## Recorded data
++++++

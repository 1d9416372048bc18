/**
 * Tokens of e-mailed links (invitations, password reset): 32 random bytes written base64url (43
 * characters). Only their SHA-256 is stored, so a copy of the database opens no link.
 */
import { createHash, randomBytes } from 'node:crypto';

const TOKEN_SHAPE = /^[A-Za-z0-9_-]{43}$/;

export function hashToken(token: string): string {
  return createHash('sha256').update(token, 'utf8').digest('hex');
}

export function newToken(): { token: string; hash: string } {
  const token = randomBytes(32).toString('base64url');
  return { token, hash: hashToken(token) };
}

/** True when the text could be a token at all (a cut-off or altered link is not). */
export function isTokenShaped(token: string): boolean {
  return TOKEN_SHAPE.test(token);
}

++++++

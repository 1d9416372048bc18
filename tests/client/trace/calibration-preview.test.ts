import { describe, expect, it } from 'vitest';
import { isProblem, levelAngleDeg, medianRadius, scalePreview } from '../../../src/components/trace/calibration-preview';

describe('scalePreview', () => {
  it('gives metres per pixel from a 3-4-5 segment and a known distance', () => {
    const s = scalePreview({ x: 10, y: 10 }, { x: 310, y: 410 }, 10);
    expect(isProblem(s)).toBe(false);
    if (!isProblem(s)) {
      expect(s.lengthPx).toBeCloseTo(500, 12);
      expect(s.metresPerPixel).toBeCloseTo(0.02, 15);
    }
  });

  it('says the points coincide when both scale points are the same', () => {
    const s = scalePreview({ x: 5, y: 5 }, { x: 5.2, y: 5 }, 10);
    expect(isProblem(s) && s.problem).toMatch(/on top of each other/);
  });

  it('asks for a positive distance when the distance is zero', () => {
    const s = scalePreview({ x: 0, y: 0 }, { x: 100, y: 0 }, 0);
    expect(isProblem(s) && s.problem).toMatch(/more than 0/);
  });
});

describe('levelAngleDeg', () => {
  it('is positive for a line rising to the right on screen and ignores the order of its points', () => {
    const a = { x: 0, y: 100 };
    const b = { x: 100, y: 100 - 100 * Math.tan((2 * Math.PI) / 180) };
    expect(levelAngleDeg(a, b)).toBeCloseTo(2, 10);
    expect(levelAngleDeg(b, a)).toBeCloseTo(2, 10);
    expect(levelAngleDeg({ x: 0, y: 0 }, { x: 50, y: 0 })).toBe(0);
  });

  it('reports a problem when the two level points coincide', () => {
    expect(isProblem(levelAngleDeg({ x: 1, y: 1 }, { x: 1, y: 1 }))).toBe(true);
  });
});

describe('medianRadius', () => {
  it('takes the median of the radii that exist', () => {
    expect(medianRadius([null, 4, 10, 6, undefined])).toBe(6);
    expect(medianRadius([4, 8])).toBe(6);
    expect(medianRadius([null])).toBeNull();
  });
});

++++++

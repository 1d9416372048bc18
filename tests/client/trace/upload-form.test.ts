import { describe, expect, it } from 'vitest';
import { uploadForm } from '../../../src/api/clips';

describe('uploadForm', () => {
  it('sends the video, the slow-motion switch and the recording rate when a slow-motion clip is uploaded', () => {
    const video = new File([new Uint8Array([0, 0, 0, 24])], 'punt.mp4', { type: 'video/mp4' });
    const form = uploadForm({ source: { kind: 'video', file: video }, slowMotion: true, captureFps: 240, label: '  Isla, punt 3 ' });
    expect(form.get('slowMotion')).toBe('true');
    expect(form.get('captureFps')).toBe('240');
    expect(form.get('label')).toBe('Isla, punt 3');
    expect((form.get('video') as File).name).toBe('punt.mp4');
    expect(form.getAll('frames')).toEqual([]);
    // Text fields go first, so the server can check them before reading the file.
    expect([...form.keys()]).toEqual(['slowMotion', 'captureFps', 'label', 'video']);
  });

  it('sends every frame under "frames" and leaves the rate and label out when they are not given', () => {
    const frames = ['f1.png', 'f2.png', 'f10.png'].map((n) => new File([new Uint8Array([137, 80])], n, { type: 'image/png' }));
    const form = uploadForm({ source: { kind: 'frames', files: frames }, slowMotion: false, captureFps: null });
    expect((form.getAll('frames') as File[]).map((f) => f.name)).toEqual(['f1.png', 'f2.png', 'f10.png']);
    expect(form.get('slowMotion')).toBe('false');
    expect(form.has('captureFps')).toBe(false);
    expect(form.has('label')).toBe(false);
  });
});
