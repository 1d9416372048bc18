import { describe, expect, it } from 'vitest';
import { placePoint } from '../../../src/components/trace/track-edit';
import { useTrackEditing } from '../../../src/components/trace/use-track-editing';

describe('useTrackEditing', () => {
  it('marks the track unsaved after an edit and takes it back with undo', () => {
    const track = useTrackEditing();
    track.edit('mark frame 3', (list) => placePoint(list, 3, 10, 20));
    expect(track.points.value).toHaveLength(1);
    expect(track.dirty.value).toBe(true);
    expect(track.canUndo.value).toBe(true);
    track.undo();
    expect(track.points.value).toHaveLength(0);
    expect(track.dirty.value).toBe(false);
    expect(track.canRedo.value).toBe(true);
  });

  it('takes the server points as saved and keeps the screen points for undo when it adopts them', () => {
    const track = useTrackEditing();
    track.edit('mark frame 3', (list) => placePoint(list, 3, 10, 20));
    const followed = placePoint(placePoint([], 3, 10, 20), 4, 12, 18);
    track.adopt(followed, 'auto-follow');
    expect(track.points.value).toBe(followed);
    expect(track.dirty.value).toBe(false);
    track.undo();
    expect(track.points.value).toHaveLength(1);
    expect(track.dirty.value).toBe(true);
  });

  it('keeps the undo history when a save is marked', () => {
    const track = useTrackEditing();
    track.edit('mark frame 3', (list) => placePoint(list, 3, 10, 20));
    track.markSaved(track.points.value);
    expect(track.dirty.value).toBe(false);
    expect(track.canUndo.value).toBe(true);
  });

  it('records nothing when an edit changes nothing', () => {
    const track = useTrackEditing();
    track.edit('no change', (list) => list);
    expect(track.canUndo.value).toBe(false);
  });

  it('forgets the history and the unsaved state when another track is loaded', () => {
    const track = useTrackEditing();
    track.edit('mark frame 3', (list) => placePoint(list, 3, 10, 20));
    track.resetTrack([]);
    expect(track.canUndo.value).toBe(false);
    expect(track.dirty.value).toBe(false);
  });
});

++++++

## ACTION ITEM
Reproduce every line in the data that has the word "medianRadius" in it.

## SOLUTION FOR THIS EXERCISE
import { isProblem, levelAngleDeg, medianRadius, scalePreview } from '../../../src/components/trace/calibration-preview';
describe('medianRadius', () => {
    expect(medianRadius([null, 4, 10, 6, undefined])).toBe(6);
    expect(medianRadius([4, 8])).toBe(6);
    expect(medianRadius([null])).toBeNull();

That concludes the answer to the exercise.